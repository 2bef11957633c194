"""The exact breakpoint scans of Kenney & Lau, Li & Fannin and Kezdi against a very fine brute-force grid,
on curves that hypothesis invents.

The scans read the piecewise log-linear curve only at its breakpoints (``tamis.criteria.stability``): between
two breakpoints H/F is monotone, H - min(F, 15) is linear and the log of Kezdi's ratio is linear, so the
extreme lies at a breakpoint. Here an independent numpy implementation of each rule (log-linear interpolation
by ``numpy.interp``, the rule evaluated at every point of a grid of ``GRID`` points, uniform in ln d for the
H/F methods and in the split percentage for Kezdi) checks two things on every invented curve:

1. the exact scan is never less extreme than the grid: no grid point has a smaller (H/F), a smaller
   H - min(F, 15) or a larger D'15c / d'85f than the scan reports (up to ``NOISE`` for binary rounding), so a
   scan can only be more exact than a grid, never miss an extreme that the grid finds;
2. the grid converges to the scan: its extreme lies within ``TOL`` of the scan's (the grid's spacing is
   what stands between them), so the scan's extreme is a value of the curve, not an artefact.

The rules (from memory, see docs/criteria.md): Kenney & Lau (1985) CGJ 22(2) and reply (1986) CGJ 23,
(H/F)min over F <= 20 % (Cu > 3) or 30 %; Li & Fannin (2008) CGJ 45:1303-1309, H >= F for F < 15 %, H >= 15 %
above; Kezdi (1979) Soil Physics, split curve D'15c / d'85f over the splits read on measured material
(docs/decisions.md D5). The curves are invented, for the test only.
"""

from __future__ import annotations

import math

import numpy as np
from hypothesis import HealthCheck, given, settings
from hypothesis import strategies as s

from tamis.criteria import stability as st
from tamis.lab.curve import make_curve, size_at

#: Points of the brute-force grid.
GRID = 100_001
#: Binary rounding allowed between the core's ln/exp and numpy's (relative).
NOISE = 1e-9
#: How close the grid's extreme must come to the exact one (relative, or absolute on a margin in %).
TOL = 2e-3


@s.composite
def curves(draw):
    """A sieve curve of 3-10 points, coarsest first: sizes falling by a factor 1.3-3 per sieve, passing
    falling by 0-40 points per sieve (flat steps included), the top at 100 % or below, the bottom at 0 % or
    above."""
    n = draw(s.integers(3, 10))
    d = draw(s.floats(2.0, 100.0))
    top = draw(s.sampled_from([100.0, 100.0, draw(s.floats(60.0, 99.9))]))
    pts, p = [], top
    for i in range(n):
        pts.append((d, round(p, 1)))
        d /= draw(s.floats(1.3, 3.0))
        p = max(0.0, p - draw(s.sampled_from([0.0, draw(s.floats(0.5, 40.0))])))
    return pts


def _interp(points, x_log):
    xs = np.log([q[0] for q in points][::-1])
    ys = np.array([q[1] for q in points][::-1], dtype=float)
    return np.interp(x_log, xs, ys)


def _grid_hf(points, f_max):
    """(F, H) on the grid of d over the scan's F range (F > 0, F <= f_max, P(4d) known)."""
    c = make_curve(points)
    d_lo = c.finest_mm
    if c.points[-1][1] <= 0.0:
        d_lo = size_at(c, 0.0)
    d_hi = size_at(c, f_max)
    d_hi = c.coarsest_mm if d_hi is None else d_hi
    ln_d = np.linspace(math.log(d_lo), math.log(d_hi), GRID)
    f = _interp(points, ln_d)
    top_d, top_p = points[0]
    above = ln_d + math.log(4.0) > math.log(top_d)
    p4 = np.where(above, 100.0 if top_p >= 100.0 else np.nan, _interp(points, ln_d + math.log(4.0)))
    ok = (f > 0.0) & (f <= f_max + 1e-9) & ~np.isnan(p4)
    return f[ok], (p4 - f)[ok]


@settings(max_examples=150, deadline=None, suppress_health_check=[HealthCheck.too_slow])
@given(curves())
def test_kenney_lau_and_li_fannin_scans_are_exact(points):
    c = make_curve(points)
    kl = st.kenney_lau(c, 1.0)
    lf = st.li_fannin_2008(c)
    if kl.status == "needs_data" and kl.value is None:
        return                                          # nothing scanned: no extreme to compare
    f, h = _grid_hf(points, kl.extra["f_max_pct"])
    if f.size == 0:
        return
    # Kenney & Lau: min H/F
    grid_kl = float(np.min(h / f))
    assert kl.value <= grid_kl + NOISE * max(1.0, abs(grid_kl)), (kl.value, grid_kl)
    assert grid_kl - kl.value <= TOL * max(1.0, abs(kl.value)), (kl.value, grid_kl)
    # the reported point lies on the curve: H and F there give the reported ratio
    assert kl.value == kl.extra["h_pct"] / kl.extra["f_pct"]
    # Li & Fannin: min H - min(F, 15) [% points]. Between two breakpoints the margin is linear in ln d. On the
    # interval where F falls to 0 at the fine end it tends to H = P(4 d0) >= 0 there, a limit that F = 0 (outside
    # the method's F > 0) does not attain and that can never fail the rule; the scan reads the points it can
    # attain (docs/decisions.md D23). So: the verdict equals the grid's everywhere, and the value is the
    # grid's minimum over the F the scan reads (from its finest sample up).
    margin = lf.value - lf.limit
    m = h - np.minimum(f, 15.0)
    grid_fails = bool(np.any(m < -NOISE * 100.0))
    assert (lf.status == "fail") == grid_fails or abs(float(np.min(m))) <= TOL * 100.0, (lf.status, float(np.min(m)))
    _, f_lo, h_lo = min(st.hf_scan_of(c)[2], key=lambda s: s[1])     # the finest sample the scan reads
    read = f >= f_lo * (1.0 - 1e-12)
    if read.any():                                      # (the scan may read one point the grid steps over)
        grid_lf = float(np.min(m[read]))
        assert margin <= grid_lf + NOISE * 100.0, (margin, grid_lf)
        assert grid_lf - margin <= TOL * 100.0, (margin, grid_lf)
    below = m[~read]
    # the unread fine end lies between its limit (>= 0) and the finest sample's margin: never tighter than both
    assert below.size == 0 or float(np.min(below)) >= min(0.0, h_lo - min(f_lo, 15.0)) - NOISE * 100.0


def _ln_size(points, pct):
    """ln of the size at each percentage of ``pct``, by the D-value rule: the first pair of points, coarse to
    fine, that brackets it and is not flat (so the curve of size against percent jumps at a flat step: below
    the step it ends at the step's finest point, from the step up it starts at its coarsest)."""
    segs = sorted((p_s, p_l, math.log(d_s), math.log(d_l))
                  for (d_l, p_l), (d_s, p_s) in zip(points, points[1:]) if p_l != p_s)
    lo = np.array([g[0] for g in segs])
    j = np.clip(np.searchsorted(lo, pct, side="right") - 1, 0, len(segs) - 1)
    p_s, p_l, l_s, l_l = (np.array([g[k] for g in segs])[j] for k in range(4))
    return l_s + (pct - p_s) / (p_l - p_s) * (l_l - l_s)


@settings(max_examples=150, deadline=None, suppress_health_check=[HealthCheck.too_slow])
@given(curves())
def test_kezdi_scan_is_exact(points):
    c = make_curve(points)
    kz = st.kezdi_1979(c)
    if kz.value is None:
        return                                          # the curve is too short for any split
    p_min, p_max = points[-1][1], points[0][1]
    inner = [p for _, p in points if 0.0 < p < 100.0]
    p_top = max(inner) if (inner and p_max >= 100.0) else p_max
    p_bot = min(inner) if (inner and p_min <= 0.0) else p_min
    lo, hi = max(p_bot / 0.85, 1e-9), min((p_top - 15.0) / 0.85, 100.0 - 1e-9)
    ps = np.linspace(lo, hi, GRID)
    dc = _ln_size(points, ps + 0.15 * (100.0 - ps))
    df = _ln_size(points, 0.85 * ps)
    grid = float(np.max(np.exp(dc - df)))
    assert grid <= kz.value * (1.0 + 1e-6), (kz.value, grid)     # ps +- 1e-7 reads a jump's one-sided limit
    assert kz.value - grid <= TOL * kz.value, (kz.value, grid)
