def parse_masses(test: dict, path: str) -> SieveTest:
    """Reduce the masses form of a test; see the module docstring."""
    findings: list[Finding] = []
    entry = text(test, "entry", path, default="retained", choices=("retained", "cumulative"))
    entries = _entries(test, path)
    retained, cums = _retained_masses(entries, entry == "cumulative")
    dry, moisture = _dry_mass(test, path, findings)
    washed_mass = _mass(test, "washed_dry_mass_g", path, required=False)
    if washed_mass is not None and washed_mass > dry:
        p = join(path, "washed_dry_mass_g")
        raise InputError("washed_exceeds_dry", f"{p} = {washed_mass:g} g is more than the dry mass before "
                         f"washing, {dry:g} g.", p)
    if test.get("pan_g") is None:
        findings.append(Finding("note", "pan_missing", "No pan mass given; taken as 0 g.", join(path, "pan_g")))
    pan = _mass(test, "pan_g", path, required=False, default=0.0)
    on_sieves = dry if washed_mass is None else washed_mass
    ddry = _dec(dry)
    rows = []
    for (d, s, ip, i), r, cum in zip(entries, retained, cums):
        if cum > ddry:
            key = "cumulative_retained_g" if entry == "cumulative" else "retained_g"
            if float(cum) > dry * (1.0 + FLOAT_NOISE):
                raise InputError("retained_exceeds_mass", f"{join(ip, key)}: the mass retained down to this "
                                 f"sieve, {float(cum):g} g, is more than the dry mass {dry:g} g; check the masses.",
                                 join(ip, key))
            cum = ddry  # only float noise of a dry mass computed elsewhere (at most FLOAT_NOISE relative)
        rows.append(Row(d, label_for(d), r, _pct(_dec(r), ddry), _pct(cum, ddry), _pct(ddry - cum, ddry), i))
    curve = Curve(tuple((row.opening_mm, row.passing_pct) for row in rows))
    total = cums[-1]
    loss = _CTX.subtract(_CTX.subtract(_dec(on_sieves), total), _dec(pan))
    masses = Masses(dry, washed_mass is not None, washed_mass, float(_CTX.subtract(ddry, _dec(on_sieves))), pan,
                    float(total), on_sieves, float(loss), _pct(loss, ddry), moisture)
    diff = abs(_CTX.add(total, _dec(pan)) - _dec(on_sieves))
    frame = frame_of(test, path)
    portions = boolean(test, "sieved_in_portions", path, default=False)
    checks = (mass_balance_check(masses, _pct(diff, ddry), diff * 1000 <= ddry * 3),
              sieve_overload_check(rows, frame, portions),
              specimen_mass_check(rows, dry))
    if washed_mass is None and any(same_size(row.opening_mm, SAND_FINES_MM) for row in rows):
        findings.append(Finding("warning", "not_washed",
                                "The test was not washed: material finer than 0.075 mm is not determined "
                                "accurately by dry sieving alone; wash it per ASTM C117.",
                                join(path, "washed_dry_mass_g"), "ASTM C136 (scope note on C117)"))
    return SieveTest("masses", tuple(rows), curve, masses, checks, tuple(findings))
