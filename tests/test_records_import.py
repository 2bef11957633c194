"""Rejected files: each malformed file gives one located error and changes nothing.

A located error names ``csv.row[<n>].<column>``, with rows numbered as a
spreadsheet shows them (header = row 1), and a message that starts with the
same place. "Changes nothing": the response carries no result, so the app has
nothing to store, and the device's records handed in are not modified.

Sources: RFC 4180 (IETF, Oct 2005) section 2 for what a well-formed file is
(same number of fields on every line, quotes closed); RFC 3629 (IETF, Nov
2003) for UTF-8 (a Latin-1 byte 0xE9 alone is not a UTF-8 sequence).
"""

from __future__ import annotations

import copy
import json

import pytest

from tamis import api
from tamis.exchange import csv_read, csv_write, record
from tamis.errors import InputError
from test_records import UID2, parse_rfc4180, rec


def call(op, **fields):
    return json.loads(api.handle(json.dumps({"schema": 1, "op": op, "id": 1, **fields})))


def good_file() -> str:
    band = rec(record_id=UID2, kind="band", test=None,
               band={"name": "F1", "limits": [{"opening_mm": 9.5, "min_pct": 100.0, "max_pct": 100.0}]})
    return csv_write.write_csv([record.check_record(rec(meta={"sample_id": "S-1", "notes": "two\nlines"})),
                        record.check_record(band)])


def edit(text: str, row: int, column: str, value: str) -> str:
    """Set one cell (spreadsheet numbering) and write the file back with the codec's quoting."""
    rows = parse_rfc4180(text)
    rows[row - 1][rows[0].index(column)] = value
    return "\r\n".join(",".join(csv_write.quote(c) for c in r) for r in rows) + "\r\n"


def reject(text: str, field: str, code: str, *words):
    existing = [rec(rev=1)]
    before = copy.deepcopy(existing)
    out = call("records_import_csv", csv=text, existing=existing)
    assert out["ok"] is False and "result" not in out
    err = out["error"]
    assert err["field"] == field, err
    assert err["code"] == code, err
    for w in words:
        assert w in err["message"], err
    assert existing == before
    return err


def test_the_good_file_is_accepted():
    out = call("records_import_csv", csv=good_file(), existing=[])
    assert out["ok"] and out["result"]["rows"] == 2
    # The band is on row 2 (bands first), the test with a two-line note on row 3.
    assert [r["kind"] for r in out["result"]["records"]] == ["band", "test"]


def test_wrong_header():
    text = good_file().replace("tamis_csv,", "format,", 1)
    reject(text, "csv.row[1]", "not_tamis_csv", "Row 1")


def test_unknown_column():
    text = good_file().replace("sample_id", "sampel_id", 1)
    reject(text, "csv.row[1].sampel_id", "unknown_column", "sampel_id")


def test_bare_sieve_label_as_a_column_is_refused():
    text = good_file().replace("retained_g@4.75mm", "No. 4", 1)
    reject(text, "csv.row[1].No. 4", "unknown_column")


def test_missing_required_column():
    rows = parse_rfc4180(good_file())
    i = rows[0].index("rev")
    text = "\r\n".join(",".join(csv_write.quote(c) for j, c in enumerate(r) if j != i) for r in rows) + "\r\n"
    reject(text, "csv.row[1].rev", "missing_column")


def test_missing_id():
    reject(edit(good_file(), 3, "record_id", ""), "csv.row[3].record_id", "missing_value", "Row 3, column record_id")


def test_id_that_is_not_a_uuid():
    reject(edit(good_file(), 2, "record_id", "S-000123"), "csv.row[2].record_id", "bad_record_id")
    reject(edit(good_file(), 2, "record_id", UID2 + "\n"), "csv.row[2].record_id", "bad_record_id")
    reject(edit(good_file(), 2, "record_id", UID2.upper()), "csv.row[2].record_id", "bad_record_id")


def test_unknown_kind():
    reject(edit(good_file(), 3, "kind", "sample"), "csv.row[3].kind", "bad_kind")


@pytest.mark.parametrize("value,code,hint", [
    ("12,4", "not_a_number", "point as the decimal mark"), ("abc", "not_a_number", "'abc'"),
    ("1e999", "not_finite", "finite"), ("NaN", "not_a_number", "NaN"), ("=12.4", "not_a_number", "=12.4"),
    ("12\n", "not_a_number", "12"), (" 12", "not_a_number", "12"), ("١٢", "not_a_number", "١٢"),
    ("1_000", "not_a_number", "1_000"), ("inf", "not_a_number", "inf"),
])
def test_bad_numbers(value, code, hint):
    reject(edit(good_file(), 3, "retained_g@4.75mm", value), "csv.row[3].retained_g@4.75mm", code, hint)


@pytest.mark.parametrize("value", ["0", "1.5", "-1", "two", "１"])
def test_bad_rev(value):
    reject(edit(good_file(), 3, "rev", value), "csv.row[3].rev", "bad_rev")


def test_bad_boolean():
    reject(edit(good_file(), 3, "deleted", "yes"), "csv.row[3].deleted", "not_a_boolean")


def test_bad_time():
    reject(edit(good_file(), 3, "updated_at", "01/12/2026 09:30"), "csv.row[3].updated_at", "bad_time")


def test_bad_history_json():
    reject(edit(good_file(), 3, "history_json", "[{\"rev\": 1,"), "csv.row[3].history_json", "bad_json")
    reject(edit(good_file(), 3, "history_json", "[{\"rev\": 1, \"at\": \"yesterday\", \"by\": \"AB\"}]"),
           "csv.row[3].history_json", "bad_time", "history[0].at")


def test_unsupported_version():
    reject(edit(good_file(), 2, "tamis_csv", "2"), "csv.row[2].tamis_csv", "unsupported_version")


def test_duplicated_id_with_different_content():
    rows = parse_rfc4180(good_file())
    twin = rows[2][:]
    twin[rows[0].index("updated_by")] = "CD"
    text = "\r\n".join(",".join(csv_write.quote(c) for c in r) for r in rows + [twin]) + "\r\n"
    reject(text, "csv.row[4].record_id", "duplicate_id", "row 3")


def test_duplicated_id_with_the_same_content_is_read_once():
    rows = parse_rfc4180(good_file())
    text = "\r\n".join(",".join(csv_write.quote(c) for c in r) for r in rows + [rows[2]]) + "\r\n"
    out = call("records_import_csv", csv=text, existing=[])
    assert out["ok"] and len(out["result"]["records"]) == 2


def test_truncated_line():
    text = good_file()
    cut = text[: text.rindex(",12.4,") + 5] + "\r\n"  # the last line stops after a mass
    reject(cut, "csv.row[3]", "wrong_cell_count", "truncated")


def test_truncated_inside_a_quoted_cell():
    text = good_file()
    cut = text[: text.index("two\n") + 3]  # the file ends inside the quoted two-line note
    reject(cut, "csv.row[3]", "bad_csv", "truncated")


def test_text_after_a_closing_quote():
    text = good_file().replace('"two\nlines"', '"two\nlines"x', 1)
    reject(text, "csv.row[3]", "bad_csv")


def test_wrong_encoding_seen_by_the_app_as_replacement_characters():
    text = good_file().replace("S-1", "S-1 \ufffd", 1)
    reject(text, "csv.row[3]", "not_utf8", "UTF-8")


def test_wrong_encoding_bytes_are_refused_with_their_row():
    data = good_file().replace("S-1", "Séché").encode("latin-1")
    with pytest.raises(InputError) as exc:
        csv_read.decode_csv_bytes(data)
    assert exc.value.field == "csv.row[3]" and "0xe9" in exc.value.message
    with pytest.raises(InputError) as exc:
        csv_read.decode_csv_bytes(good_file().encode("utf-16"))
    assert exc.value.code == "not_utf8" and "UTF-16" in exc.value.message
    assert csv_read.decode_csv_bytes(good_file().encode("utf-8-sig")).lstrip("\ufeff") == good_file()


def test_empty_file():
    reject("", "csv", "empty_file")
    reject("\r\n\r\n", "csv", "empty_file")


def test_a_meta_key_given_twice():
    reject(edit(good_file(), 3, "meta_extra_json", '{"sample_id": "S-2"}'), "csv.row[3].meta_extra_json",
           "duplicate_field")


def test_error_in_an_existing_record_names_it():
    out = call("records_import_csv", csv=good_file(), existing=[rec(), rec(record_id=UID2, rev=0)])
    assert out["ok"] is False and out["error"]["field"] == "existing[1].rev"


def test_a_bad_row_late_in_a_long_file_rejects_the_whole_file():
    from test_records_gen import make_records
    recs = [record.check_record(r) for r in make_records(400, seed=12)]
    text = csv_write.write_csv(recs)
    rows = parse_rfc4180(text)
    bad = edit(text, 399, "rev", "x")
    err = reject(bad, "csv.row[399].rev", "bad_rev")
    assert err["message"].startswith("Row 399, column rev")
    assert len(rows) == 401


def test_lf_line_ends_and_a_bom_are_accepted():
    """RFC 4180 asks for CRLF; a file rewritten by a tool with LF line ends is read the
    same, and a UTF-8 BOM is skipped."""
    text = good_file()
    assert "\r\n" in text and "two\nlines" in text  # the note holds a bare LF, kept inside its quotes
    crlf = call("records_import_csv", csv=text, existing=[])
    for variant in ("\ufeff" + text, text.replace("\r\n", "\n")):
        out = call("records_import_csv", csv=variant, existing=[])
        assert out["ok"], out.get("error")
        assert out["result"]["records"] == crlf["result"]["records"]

########################################

Give back the listing exactly, please, from its first line to the line containing "The scans read", inclusive, and nothing past that line.

repository 2bef11957633c194
"""The exact breakpoint scans of Kenney & Lau, Li & Fannin and Kezdi against a very fine brute-force grid,
on curves that hypothesis invents.

The scans read the piecewise log-linear curve only at its breakpoints (``tamis.criteria.stability``): between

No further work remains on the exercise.